▶ TASK DIRECTIONS:
Take each line of the entries below that contains "runs" and copy it.

+++

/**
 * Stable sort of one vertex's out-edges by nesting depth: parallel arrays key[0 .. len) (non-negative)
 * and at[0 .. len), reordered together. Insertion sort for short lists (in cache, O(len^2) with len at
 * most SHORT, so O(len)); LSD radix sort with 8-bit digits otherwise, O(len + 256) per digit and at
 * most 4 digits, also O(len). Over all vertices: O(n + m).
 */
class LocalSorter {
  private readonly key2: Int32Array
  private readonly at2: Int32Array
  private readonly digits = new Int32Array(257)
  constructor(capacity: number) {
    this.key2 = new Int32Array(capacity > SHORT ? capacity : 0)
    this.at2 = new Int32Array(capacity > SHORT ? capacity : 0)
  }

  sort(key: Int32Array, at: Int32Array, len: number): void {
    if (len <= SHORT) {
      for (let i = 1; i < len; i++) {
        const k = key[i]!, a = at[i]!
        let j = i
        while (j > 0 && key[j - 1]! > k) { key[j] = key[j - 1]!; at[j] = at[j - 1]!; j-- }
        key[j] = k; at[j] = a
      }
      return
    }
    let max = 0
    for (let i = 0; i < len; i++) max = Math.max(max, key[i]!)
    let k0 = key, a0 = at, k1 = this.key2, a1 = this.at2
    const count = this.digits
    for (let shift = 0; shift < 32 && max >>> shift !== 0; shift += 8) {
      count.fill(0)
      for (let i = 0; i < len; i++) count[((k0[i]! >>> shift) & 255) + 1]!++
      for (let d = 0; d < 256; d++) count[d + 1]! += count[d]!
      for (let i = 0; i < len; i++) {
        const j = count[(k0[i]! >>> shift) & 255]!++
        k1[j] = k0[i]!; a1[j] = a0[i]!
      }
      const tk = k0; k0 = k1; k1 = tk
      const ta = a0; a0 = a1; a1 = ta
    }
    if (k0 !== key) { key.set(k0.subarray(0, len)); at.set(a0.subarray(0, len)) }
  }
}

+++

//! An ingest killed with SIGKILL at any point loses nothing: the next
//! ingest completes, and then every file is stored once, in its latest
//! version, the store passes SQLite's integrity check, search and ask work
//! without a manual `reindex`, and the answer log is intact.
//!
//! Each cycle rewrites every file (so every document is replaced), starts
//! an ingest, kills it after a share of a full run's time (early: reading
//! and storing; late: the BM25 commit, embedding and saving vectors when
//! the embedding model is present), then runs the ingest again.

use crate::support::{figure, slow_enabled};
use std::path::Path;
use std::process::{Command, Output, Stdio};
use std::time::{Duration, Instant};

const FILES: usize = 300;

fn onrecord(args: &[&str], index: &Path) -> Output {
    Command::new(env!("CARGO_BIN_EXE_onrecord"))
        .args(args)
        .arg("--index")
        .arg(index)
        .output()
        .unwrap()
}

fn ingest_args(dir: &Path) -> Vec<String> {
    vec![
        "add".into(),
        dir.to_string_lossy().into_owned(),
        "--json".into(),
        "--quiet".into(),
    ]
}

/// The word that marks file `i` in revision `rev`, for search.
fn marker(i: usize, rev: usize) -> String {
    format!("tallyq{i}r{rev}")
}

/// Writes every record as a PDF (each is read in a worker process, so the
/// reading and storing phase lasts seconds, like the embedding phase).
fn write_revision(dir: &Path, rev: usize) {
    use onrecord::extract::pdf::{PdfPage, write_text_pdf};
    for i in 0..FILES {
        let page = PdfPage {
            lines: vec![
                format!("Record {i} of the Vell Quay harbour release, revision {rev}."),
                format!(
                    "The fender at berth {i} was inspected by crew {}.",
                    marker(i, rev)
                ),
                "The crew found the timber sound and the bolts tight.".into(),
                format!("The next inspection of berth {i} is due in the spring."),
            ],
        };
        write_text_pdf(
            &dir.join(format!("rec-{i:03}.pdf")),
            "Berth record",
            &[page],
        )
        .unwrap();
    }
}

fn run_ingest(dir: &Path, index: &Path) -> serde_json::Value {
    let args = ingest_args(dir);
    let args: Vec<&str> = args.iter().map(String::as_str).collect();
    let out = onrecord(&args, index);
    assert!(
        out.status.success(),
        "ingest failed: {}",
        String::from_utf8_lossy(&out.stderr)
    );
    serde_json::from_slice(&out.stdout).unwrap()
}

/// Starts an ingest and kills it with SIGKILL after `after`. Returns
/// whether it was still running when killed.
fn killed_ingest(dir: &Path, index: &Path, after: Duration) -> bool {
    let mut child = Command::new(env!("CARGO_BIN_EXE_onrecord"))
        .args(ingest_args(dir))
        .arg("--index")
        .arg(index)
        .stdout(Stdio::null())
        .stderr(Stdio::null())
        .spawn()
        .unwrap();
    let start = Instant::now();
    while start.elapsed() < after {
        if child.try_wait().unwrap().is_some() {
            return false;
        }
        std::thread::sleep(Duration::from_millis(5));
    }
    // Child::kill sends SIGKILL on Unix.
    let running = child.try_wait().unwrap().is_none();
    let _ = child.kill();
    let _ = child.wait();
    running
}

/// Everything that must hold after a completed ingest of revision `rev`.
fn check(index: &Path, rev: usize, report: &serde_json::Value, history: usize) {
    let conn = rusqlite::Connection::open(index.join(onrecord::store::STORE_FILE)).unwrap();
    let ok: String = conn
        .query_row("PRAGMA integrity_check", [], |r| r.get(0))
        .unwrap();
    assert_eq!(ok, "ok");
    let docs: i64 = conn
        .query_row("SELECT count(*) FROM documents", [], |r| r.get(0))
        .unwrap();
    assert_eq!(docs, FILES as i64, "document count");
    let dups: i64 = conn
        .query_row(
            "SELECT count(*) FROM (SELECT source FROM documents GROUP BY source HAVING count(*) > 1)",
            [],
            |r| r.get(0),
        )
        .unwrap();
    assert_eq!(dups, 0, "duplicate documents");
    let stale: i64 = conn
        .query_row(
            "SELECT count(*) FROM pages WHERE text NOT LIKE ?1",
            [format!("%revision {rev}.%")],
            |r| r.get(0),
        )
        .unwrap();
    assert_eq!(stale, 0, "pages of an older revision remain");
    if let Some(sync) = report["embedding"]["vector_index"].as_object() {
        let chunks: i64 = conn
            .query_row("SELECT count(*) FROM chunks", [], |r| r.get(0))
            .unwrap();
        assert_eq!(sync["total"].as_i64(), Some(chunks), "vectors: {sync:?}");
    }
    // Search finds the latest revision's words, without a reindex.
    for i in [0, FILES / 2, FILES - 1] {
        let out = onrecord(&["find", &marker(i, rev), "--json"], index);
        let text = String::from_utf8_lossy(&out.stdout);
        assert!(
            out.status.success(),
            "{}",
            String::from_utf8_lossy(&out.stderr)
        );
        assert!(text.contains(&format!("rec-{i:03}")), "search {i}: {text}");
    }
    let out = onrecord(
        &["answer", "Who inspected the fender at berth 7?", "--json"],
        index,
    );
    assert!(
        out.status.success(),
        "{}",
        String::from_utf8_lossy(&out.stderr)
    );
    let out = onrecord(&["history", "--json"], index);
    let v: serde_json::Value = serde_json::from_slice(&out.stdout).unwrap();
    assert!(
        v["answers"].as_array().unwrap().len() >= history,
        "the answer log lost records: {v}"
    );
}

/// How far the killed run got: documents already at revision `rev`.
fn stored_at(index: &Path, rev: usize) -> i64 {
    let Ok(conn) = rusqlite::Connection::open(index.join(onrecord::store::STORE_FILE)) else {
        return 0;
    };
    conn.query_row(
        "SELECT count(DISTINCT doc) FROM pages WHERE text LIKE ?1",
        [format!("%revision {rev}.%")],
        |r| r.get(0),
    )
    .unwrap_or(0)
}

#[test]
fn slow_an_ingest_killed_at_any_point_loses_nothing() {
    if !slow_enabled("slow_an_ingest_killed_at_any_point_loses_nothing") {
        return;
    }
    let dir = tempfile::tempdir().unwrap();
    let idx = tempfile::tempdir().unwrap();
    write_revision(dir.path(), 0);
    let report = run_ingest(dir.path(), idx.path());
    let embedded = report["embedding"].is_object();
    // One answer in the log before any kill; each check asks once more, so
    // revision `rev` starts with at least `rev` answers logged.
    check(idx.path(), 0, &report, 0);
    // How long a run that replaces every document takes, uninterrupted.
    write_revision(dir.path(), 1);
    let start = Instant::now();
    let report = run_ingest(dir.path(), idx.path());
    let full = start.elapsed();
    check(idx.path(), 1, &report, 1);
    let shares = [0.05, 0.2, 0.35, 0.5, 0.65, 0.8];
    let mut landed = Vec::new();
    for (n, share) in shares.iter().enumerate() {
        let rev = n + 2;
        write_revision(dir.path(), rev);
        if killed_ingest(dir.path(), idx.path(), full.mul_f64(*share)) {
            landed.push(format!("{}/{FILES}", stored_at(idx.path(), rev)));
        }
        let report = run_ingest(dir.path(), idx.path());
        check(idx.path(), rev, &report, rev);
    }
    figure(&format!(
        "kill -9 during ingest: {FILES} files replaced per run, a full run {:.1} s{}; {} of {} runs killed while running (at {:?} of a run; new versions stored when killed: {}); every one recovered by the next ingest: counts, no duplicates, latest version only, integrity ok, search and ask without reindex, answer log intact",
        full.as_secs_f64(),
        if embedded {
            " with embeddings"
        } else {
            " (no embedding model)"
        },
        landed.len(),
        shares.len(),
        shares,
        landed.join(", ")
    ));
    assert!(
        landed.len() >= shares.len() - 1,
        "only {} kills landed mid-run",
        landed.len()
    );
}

+++

▶ RESPONSE TO THE EXERCISE:
//! the embedding model is present), then runs the ingest again.
        "kill -9 during ingest: {FILES} files replaced per run, a full run {:.1} s{}; {} of {} runs killed while running (at {:?} of a run; new versions stored when killed: {}); every one recovered by the next ingest: counts, no duplicates, latest version only, integrity ok, search and ask without reindex, answer log intact",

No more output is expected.